I don't know enough about Polish specifically but the one thing I do see that could be a problem are the loose wings. 

Is he pretty young still?


----------



## CKMatthews (Oct 15, 2013)

Yes he is just starting to crow and this was his first adventure outside in a new place with the other birds so he was a little cautious! When he was in his quarantine pin he seemed to hold them up tight(but I am not an expert by any means on show birds!!) we got him mainly for fun but my daughter and both have always wanted to show, so I wanted to see if he would be worth a try?!


----------



## robin416 (Sep 8, 2013)

Wings can tighten with maturity, doesn't always happen but do improve. 

I sort of thought he was young because it looked like he hadn't quite grown in to his wings yet.


----------



## CKMatthews (Oct 15, 2013)

I'm not sure how young exactly, but do know he is fairly young! How big of a problem would his wings be to show at a small show like a state fair?


----------



## rob (Jun 20, 2012)

nice looking bird. i love the look of polish frizzles. but have to agree with the comments about the wing feathers.


----------



## robin416 (Sep 8, 2013)

Its not a DQ but is points off. Shown up against birds that have better wings he probably wouldn't do well in an APA or ABA show. In 4H its more about the owner's knowledge and health of the bird.


----------



## CKMatthews (Oct 15, 2013)

robin416 said:


> Its not a DQ but is points off. Shown up against birds that have better wings he probably wouldn't do well in an APA or ABA show.
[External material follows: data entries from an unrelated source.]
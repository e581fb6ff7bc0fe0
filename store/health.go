package store

import (
	"context"
	"encoding/json"
	"time"

	"github.com/jackc/pgx/v5"

	"github.com/rotorwright/rotorwright/fleet"
)

// PackCheck is a pack charge, storage or capacity-test record.
type PackCheck struct {
	ID          string    `json:"id"`
	PartID      string    `json:"part_id"`
	At          time.Time `json:"at"`
	Kind        string    `json:"kind"`
	MahIn       *float64  `json:"mah_in"`
	MahOut      *float64  `json:"mah_out"`
	RestVBefore *float64  `json:"rest_v_before"`
	RestVAfter  *float64  `json:"rest_v_after"`
	PackIRmOhm  *float64  `json:"pack_ir_mohm"`
	CellV       []float64 `json:"cell_v"`
	CellIRmOhm  []float64 `json:"cell_ir_mohm"`
	Notes       string    `json:"notes"`
	CreatedAt   time.Time `json:"created_at"`
}

const packCheckCols = `id, part_id, at, kind, mah_in, mah_out, rest_v_before, rest_v_after, pack_ir_mohm,
	coalesce(cell_v, '{}'), coalesce(cell_ir_mohm, '{}'), notes, created_at`

func scanPackCheck(r pgx.Row) (PackCheck, error) {
	var c PackCheck
	err := r.Scan(&c.ID, &c.PartID, &c.At, &c.Kind, &c.MahIn, &c.MahOut, &c.RestVBefore, &c.RestVAfter,
		&c.PackIRmOhm, &c.CellV, &c.CellIRmOhm, &c.Notes, &c.CreatedAt)
	return c, err
}

// Validate checks a pack check against the pack's specs.
func (c *PackCheck) validate(specs fleet.PackSpecs) error {
	switch c.Kind {
	case "charge", "storage", "capacity_test":
	default:
		return fleet.FieldError("kind", "must be charge, storage or capacity_test")
	}
	if c.At.IsZero() {
		return fleet.FieldError("at", "is required")
	}
	if c.Kind == "charge" && c.MahIn == nil {
		return fleet.FieldError("mah_in", "a charge record needs the charge put in")
	}
	if c.Kind == "capacity_test" && c.MahOut == nil {
		return fleet.FieldError("mah_out", "a capacity test needs the charge taken out")
	}
	limits, _ := specs.Chemistry.Limits()
	packMax := float64(specs.CellsS) * (limits.FullV + 0.3)
	for _, v := range []struct {
		f string
		x *float64
	}{{"rest_v_before", c.RestVBefore}, {"rest_v_after", c.RestVAfter}} {
		if v.x != nil && (*v.x <= 0 || *v.x > packMax) {
			return fleet.FieldError(v.f, "%.2f V is not a %dS %s pack voltage", *v.x, specs.CellsS, specs.Chemistry)
		}
	}
	for _, v := range []struct {
		f string
		x *float64
	}{{"mah_in", c.MahIn}, {"mah_out", c.MahOut}} {
		if v.x != nil && (*v.x < 0 || *v.x > 3*specs.RatedMah) {
			return fleet.FieldError(v.f, "must be 0 to three times the rated capacity")
		}
	}
	if n := len(c.CellV); n > 0 && n != specs.CellsS {
		return fleet.FieldError("cell_v", "has %d cells; the pack has %d in series", n, specs.CellsS)
	}
	for _, v := range c.CellV {
		if v <= 0 || v > limits.FullV+0.3 {
			return fleet.FieldError("cell_v", "%.3f V is not a %s cell voltage", v, specs.Chemistry)
		}
	}
	if n := len(c.CellIRmOhm); n > 0 && n != specs.CellsS {
		return fleet.FieldError("cell_ir_mohm", "has %d cells; the pack has %d in series", n, specs.CellsS)
	}
	for _, v := range c.CellIRmOhm {
		if v <= 0 || v > 10000 {
			return fleet.FieldError("cell_ir_mohm", "must be in (0, 10000]")
		}
	}
	if c.PackIRmOhm != nil && (*c.PackIRmOhm <= 0 || *c.PackIRmOhm > 10000) {
		return fleet.FieldError("pack_ir_mohm", "must be in (0, 10000]")
	}
	return checkLen("notes", c.Notes, 4000)
}

func checkLen(field, s string, max int) error {
	if len([]rune(s)) > max {
		return fleet.FieldError(field, "must be at most %d characters", max)
	}
	return nil
}

// CreatePackCheck records a check of a pack.
func (db *DB) CreatePackCheck(ctx context.Context, c *PackCheck) (*PackCheck, error) {
	var out PackCheck
	err := db.inTx(ctx, func(tx pgx.Tx) error {
		p, err := scanPart(tx.QueryRow(ctx, `SELECT `+partCols+` FROM parts WHERE id = $1`, c.PartID))
		if err != nil {
			return translateNotFound(err, "part")
		}
		specs, err := fleet.PackSpecsOf(p)
		if err != nil {
			return &fleet.Error{Code: fleet.EUNPROCESSABLE, Field: "part_id", Message: "checks are for packs; this part is a " + string(p.Kind)}
		}
		if err := fleet.CheckTime("at", c.At, db.now()); err != nil {
			return err
		}
		if err := c.validate(specs); err != nil {
			return err
		}
		var cellV, cellIR []float64
		if len(c.CellV) > 0 {
			cellV = c.CellV
		}
		if len(c.CellIRmOhm) > 0 {
			cellIR = c.CellIRmOhm
		}
		out, err = scanPackCheck(tx.QueryRow(ctx, `
			INSERT INTO pack_checks (id, part_id, at, kind, mah_in, mah_out, rest_v_before, rest_v_after,
				pack_ir_mohm, cell_v, cell_ir_mohm, notes)
			VALUES ($1, $2, $3, $4, $5, $6, $7, $8, $9, $10, $11, $12) RETURNING `+packCheckCols,
			newID(), c.PartID, c.At, c.Kind, c.MahIn, c.MahOut, c.RestVBefore, c.RestVAfter, c.PackIRmOhm,
			cellV, cellIR, c.Notes))
		if err != nil {
			return err
		}
		return audit(ctx, tx, "pack_check", out.ID, nil, out)
	})
	if err != nil {
		return nil, err
	}
	return &out, nil
}

const packChecksSQL = `SELECT ` + packCheckCols + ` FROM pack_checks WHERE part_id = $1 ORDER BY at, id`

// PackChecks lists a pack's checks, oldest first.
func (db *DB) PackChecks(ctx context.Context, partID string) ([]PackCheck, error) {
	rows, err := db.pool.Query(ctx, packChecksSQL, partID)
	if err != nil {
		return nil, translate(err)
	}
	return collect(rows, scanPackCheck)
}

// PackFlight is one flight of a pack with its share of the figures.
type PackFlight struct {
	FlightID                               string
	TakeoffAt, LandingAt                   time.Time
	ChargeMah, EnergyWh                    *float64
	MinCellV, RestVStart, RestVEnd, IRmOhm *float64
}

// PackFlights lists the flights of a pack, oldest first.
func (db *DB) PackFlights(ctx context.Context, partID string) ([]PackFlight, error) {
	rows, err := db.pool.Query(ctx, packFlightsSQL, partID)
	if err != nil {
		return nil, translate(err)
	}
	return collect(rows, scanPackFlight)
}

const packFlightsSQL = `
	SELECT f.id, f.takeoff_at, f.landing_at, fp.charge_mah, fp.energy_wh, fp.min_cell_v, fp.rest_v_start,
		fp.rest_v_end, fp.ir_mohm
	FROM flight_packs fp JOIN flights f ON f.id = fp.flight_id
	WHERE fp.part_id = $1 ORDER BY f.takeoff_at`

func scanPackFlight(r pgx.Row) (PackFlight, error) {
	var p PackFlight
	return p, r.Scan(&p.FlightID, &p.TakeoffAt, &p.LandingAt, &p.ChargeMah, &p.EnergyWh, &p.MinCellV,
		&p.RestVStart, &p.RestVEnd, &p.IRmOhm)
}

// PackRecords are what a pack's health view reads: its flights and checks
// (as PackFlights and PackChecks), every service rule (Rules) and one page
// of its events under a filter (Events).
type PackRecords struct {
	Flights []PackFlight
	Checks  []PackCheck
	Rules   []*fleet.ServiceRule
	Events  []*fleet.Event
}

// PackRecordsOf reads a pack's records in one pipelined batch, one round
// trip instead of four in turn; events is filtered as Events filters it
// (its PartID set to the pack's), first page only.
func (db *DB) PackRecordsOf(ctx context.Context, partID string, events EventFilter, p Page) (*PackRecords, error) {
	events.PartID = partID
	eq, args, err := eventsQuery(events, p)
	if err != nil {
		return nil, err
	}
	b := &pgx.Batch{}
	b.Queue(packFlightsSQL, partID)
	b.Queue(packChecksSQL, partID)
	b.Queue(rulesSQL)
	b.Queue(eq, args...)
	br := db.pool.SendBatch(ctx, b)
	defer br.Close()
	var out PackRecords
	if out.Flights, err = collectBatch(br, scanPackFlight); err != nil {
		return nil, err
	}
	if out.Checks, err = collectBatch(br, scanPackCheck); err != nil {
		return nil, err
	}
	if out.Rules, err = collectBatch(br, scanRule); err != nil {
		return nil, err
	}
	evs, err := collectBatch(br, scanEvent)
	if err != nil {
		return nil, err
	}
	if out.Events, _, err = page(evs, p.Limit, func(e *fleet.Event) string { return e.ID }); err != nil {
		return nil, err
	}
	return &out, translate(br.Close())
}

// RotorRun is a motor's or propeller's run on one flight at its position.
type RotorRun struct {
	FlightID    string
	TakeoffAt   time.Time
	AirframeID  string
	Position    string
	RunS        float64
	Revolutions float64
	MeanRPM     *float64
	ThrustMeanN *float64
	Bins        json.RawMessage
	// BinsArray is Bins as motor_bins_array (migration 021) gives it (five values a
	// bin: rpm_lo, rpm_hi, seconds, revolutions, mean_thrust_n or nil),
	// read (from its packed copy, bins_packed) instead of Bins by
	// RotorRunsOf; nil when Bins is read.
	BinsArray []*float64
}

// RotorRuns lists the runs of the position a motor or propeller was fitted
// at, on every flight while it was fitted (across airframes), from since on.
func (db *DB) RotorRuns(ctx context.Context, partID string, since time.Time) ([]RotorRun, error) {
	rows, err := db.pool.Query(ctx, `
		SELECT fl.id, fl.takeoff_at, fl.airframe_id, mr.position, mr.run_s, mr.revolutions, mr.mean_rpm,
			mr.thrust_mean_n, mr.bins
		FROM fits f
		JOIN flights fl ON `+fitAtTakeoff+`
		JOIN motor_runs mr ON mr.flight_id = fl.id AND mr.position = f.position
		WHERE f.part_id = $1 AND fl.takeoff_at >= $2
		ORDER BY fl.takeoff_at`, partID, since)
	if err != nil {
		return nil, translate(err)
	}
	return collect(rows, func(r pgx.Row) (RotorRun, error) {
		var m RotorRun
		return m, r.Scan(&m.FlightID, &m.TakeoffAt, &m.AirframeID, &m.Position, &m.RunS, &m.Revolutions,
			&m.MeanRPM, &m.ThrustMeanN, (*[]byte)(&m.Bins)) // as bytes: pgx would parse a json.RawMessage target
	})
}

// CurrentFit returns the part's open fit, or ENOTFOUND.
func (db *DB) CurrentFit(ctx context.Context, partID string) (*fleet.Fit, error) {
	f, err := scanFit(db.pool.QueryRow(ctx, `SELECT `+fitCols+` FROM fits WHERE part_id = $1 AND upper_inf(during)`, partID))
	if err != nil {
		return nil, translateNotFound(err, "fit")
	}
	return f, nil
}

// FirstFitted returns when the part was first fitted (zero if never).
func (db *DB) FirstFitted(ctx context.Context, partID string) (time.Time, error) {
	var t *time.Time
	err := db.pool.QueryRow(ctx, `SELECT min(lower(during)) FROM fits WHERE part_id = $1`, partID).Scan(&t)
	if err != nil || t == nil {
		return time.Time{}, translate(err)
	}
	return *t, nil
}

// TrendPoint is one flight's efficiency index and vibration.
type TrendPoint struct {
	FlightID        string    `json:"flight_id"`
	TakeoffAt       time.Time `json:"takeoff_at"`
	EfficiencyIndex *float64  `json:"efficiency_index"`
	VibrationRMS    *float64  `json:"vibration_rms"`
	// VibrationBandHz is the band VibrationRMS was measured over: the
	// high-pass corner and half the sample rate (null when not known).
	VibrationBandHz *[2]float64 `json:"vibration_band_hz"`
}

// trendPointCols are a trend point's columns of flights f and
// flight_metrics m, in scanTrendPoint's order.
const trendPointCols = `f.id, f.takeoff_at, m.efficiency_index, m.vibration_rms, m.vibration_cutoff_hz,
	m.vibration_sample_hz / 2`

// scanTrendPoint scans trendPointCols after the leading destinations.
func scanTrendPoint(r pgx.Row, lead ...any) (TrendPoint, error) {
	var p TrendPoint
	var lo, hi *float64
	err := r.Scan(append(lead, &p.FlightID, &p.TakeoffAt, &p.EfficiencyIndex, &p.VibrationRMS, &lo, &hi)...)
	if lo != nil && hi != nil {
		p.VibrationBandHz = &[2]float64{*lo, *hi}
	}
	return p, err
}

// AirframeTrendPoints returns the last n logged flights of an airframe
// taking off before the moment before (nil: all), oldest first.
func (db *DB) AirframeTrendPoints(ctx context.Context, airframeID string, n int, before *time.Time) ([]TrendPoint, error) {
	rows, err := db.pool.Query(ctx, `
		SELECT * FROM (
			SELECT `+trendPointCols+`
			FROM flights f JOIN flight_metrics m ON m.flight_id = f.id
			WHERE f.airframe_id = $1 AND ($3::timestamptz IS NULL OR f.takeoff_at < $3)
			ORDER BY f.takeoff_at DESC LIMIT $2) last
		ORDER BY takeoff_at`, airframeID, n, before)
	if err != nil {
		return nil, translate(err)
	}
	return collect(rows, func(r pgx.Row) (TrendPoint, error) { return scanTrendPoint(r) })
}

// SavePartHealth stores a part's computed health view, computed by the
// health model numbered model.
func (db *DB) SavePartHealth(ctx context.Context, partID, status string, view any, model int, at time.Time) error {
	b, err := MarshalView(view)
	if err != nil {
		return err
	}
	_, err = db.pool.Exec(ctx, `
		INSERT INTO part_health (part_id, computed_at, status, view, model_version) VALUES ($1, $2, $3, $4, $5)
		ON CONFLICT (part_id) DO UPDATE SET computed_at = EXCLUDED.computed_at, status = EXCLUDED.status, view = EXCLUDED.view,
			model_version = EXCLUDED.model_version`,
		partID, at, status, b, model)
	return translate(err)
}

// StaleViews counts the stored health views and airframe trends computed
// by a health model numbered below model.
func (db *DB) StaleViews(ctx context.Context, model int) (parts, airframes int, err error) {
	err = db.pool.QueryRow(ctx, `
		SELECT (SELECT count(*) FROM part_health WHERE model_version < $1),
			(SELECT count(*) FROM airframe_trends WHERE model_version < $1)`, model).Scan(&parts, &airframes)
	return parts, airframes, translate(err)
}

// PartHealth returns a part's stored health view (ENOTFOUND when never computed).
func (db *DB) PartHealth(ctx context.Context, partID string) (json.RawMessage, error) {
	var v json.RawMessage
	err := db.pool.QueryRow(ctx, `SELECT view FROM part_health WHERE part_id = $1`, partID).Scan((*[]byte)(&v))
	if err != nil {
		return nil, translateNotFound(err, "health")
	}
	return v, nil
}

// AirframeTrends returns an airframe's stored trends (ENOTFOUND when never computed).
func (db *DB) AirframeTrends(ctx context.Context, airframeID string) (json.RawMessage, error) {
	var v json.RawMessage
	err := db.pool.QueryRow(ctx, `SELECT view FROM airframe_trends WHERE airframe_id = $1`, airframeID).Scan((*[]byte)(&v))
	if err != nil {
		return nil, translateNotFound(err, "trends")
	}
	return v, nil
}

// FlightParts returns the motors, propellers and packs a flight carried.
func (db *DB) FlightParts(ctx context.Context, flightID string) ([]string, error) {
	rows, err := db.pool.Query(ctx, `
		SELECT f.part_id FROM flights fl JOIN fits f ON `+fitAtTakeoff+`
		WHERE fl.id = $1 AND f.kind IN ('motor', 'propeller')
		UNION SELECT part_id FROM flight_packs WHERE flight_id = $1`, flightID)
	if err != nil {
		return nil, translate(err)
	}
	return pgx.CollectRows(rows, pgx.RowTo[string])
}

// HealthParts lists every motor, propeller and pack that is not retired.
func (db *DB) HealthParts(ctx context.Context) ([]string, error) {
	rows, err := db.pool.Query(ctx, `
		SELECT id FROM parts WHERE kind IN ('motor', 'propeller', 'pack') AND status <> 'retired' ORDER BY id`)
	if err != nil {
		return nil, translate(err)
	}
	return pgx.CollectRows(rows, pgx.RowTo[string])
}

// AirframeIDs lists every airframe that is not retired.
func (db *DB) AirframeIDs(ctx context.Context) ([]string, error) {
	rows, err := db.pool.Query(ctx, `SELECT id FROM airframes WHERE retired_at IS NULL ORDER BY id`)
	if err != nil {
		return nil, translate(err)
	}
	return pgx.CollectRows(rows, pgx.RowTo[string])
}

// ModelDuty returns the median mean rpm and mean thrust over every logged run
// of motors with this part number: the reference duty of the model, against
// which the relative bearing mode weighs each motor's own duty. ok is false
// when no run has both.
func (db *DB) ModelDuty(ctx context.Context, partNumber string) (rpm, thrustN float64, ok bool, err error) {
	var r, t *float64
	err = db.pool.QueryRow(ctx, `
		SELECT percentile_cont(0.5) WITHIN GROUP (ORDER BY mr.mean_rpm),
		       percentile_cont(0.5) WITHIN GROUP (ORDER BY mr.thrust_mean_n)
		FROM parts p
		JOIN fits f ON f.part_id = p.id
		JOIN flights fl ON `+fitAtTakeoff+`
		JOIN motor_runs mr ON mr.flight_id = fl.id AND mr.position = f.position
		WHERE p.kind = 'motor' AND p.part_number = $1 AND mr.mean_rpm IS NOT NULL AND mr.thrust_mean_n IS NOT NULL`,
		partNumber).Scan(&r, &t)
	if err != nil {
		return 0, 0, false, translate(err)
	}
	if r == nil || t == nil {
		return 0, 0, false, nil
	}
	return *r, *t, true, nil
}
In 4H its more about the owner's knowledge and health of the bird.


Oh ok my daughter will be doing 4h when she gets old enough(next year) and FFA in school.

I looked at his wings more closely after you mentioned them being loose and his left is tighter then the right!


----------



## CKMatthews (Oct 15, 2013)

rob said:


> nice looking bird. i love the look of polish frizzles. but have to agree with the comments about the wing feathers.
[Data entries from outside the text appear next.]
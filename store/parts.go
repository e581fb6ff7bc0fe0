package store

import (
	"context"

	"github.com/jackc/pgx/v5"

	"github.com/rotorwright/rotorwright/fleet"
)

const partCols = `id, kind, serial, part_number, lot, maker, to_char(acquired_on, 'YYYY-MM-DD'), mass_g,
	status, retired_reason, specs, software_version, notes, version, created_at, updated_at`

func scanPart(row pgx.Row) (*fleet.Part, error) {
	var p fleet.Part
	err := row.Scan(&p.ID, &p.Kind, &p.Serial, &p.PartNumber, &p.Lot, &p.Maker, &p.AcquiredOn, &p.MassG,
		&p.Status, &p.RetiredReason, &p.Specs, &p.SoftwareVersion, &p.Notes, &p.Version, &p.CreatedAt, &p.UpdatedAt)
	if err != nil {
		return nil, err
	}
	return &p, nil
}

// CreatePart inserts a part in stock (or quarantine). It becomes fitted only
// by a fit.
func (db *DB) CreatePart(ctx context.Context, p *fleet.Part) (*fleet.Part, error) {
	if p.Status == "" {
		p.Status = fleet.PartStock
	}
	if p.Status == fleet.PartFitted {
		return nil, fleet.FieldError("status", "a part becomes fitted by a fit, not on creation")
	}
	if err := p.Validate(); err != nil {
		return nil, err
	}
	var out *fleet.Part
	err := db.inTx(ctx, func(tx pgx.Tx) error {
		var err error
		out, err = scanPart(tx.QueryRow(ctx, `
			INSERT INTO parts (id, kind, serial, part_number, lot, maker, acquired_on, mass_g, status,
				retired_reason, specs, notes, software_version)
			VALUES ($1, $2, $3, $4, $5, $6, $7, $8, $9, $10, $11, $12, $13)
			RETURNING `+partCols,
			newID(), p.Kind, p.Serial, p.PartNumber, p.Lot, p.Maker, p.AcquiredOn, p.MassG, p.Status,
			p.RetiredReason, p.Specs, p.Notes, p.SoftwareVersion))
		if err != nil {
			return err
		}
		if err := registerSoftware(ctx, tx, out); err != nil {
			return err
		}
		return audit(ctx, tx, "part", out.ID, nil, out)
	})
	return out, err
}

// Part returns one part.
func (db *DB) Part(ctx context.Context, id string) (*fleet.Part, error) {
	p, err := scanPart(db.pool.QueryRow(ctx, `SELECT `+partCols+` FROM parts WHERE id = $1`, id))
	if err != nil {
		return nil, translateNotFound(err, "part")
	}
	return p, nil
}

// PartBySerial returns the part of a kind with a serial.
func (db *DB) PartBySerial(ctx context.Context, kind fleet.PartKind, serial string) (*fleet.Part, error) {
	p, err := scanPart(db.pool.QueryRow(ctx, `SELECT `+partCols+` FROM parts WHERE kind = $1 AND serial = $2`, kind, serial))
	if err != nil {
		return nil, translateNotFound(err, "part")
	}
	return p, nil
}

// PartFilter narrows a listing.
type PartFilter struct {
	Kind       string
	Status     string
	PartNumber string
	Lot        string
	Serial     string
}

// Parts lists parts in id order, one keyset page.
func (db *DB) Parts(ctx context.Context, f PartFilter, p Page) ([]*fleet.Part, string, error) {
	after, err := p.afterID()
	if err != nil {
		return nil, "", err
	}
	rows, err := db.pool.Query(ctx, `
		SELECT `+partCols+` FROM parts
		WHERE ($1::uuid IS NULL OR id > $1)
		  AND ($2 = '' OR kind = $2) AND ($3 = '' OR status = $3)
		  AND ($4 = '' OR part_number = $4) AND ($5 = '' OR lot = $5) AND ($6 = '' OR serial = $6)
		ORDER BY id LIMIT $7`, after, f.Kind, f.Status, f.PartNumber, f.Lot, f.Serial, p.Limit+1)
	if err != nil {
		return nil, "", translate(err)
	}
	list, err := collect(rows, scanPart)
	if err != nil {
		return nil, "", err
	}
	return page(list, p.Limit, func(p *fleet.Part) string { return p.ID })
}

// UpdatePart applies fn to the part at version under a row lock. Kind and
// fitted status are not the caller's to change.
func (db *DB) UpdatePart(ctx context.Context, id string, version int, fn func(*fleet.Part) error) (*fleet.Part, error) {
	var out *fleet.Part
	err := db.inTx(ctx, func(tx pgx.Tx) error {
		before, err := scanPart(tx.QueryRow(ctx, `SELECT `+partCols+` FROM parts WHERE id = $1 FOR UPDATE`, id))
		if err != nil {
			return translateNotFound(err, "part")
		}
		if before.Version != version {
			return versionMismatch()
		}
		p := clone(before)
		if err := fn(p); err != nil {
			return err
		}
		if p.Kind != before.Kind {
			return fleet.FieldError("kind", "cannot be changed")
		}
		if (p.SoftwareVersion == nil) != (before.SoftwareVersion == nil) ||
			(p.SoftwareVersion != nil && *p.SoftwareVersion != *before.SoftwareVersion) {
			return fleet.FieldError("software_version", "changes only by a work record with action update (its history is kept)")
		}
		fitted := before.Status == fleet.PartFitted
		switch {
		case p.Status == fleet.PartFitted && !fitted:
			return fleet.FieldError("status", "a part becomes fitted by a fit")
		case fitted && p.Status != fleet.PartFitted:
			return &fleet.Error{Code: fleet.ECONFLICT, Field: "status", Message: "remove the part from its airframe first"}
		}
		if p.Status != fleet.PartRetired {
			p.RetiredReason = nil
		}
		if err := p.Validate(); err != nil {
			return err
		}
		out, err = scanPart(tx.QueryRow(ctx, `
			UPDATE parts SET serial = $2, part_number = $3, lot = $4, maker = $5, acquired_on = $6,
				mass_g = $7, status = $8, retired_reason = $9, specs = $10, notes = $11,
				version = version + 1, updated_at = now()
			WHERE id = $1 RETURNING `+partCols,
			id, p.Serial, p.PartNumber, p.Lot, p.Maker, p.AcquiredOn, p.MassG, p.Status, p.RetiredReason,
			p.Specs, p.Notes))
		if err != nil {
			return err
		}
		return audit(ctx, tx, "part", id, before, out)
	})
	return out, err
}

// syncPartStatus sets a part fitted when it has an open fit and back to
// stock when it has none (quarantine and retired stay as they are), with an
// audit row when the status changes.
func syncPartStatus(ctx context.Context, tx pgx.Tx, partID string) error {
	before, err := scanPart(tx.QueryRow(ctx, `SELECT `+partCols+` FROM parts WHERE id = $1 FOR UPDATE`, partID))
	if err != nil {
		return err
	}
	after, err := scanPart(tx.QueryRow(ctx, `
		WITH want AS (
			SELECT CASE WHEN EXISTS (SELECT 1 FROM fits WHERE part_id = $1 AND upper_inf(during)) THEN 'fitted'
			            WHEN status = 'fitted' THEN 'stock' ELSE status END AS want_status
			FROM parts WHERE id = $1)
		UPDATE parts SET status = want.want_status, version = version + 1, updated_at = now()
		FROM want WHERE id = $1 AND parts.status <> want.want_status
		RETURNING `+partCols, partID))
	if err == pgx.ErrNoRows {
		return nil // unchanged
	} else if err != nil {
		return err
	}
	return audit(ctx, tx, "part", partID, before, after)
}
Thanks! I love them too!!!! Maybe they will tighten as he grows


----------



## robin416 (Sep 8, 2013)

He might hold them tighter and higher as he gets older. I've had some of my birds not meet their absolute max in appearance until two years old. So, if she's not going to show until next year your boy could look completely different than he does today.


----------



## CKMatthews (Oct 15, 2013)

Oh ok thanks!! I was watching him foraging in the yard and he seemed to have them tucked neatly and not dangling! I'll give him a few days to get used to his surroundings, maybe take some more photos, and see if he keeps his wings loose at all time or not!


----------



## CKMatthews (Oct 15, 2013)

Here are some pictures from today! Do his wings still look loose? Thanks for y'alls help I'm still learning


----------



## minmin1258 (Nov 5, 2013)

I'm sorry I couldn't help but laugh. Those are goofy looking birds! Lol that's a Frizzle right? What is a Frazzle?


----------



## CKMatthews (Oct 15, 2013)

Lol oh I understand!! Yes it's a frizzled tolbunt polish a frazzle is when two frizzles are bred(which is a no no) and instead of loosing its feathers they become extra frizzled like a poodle and brittle!


----------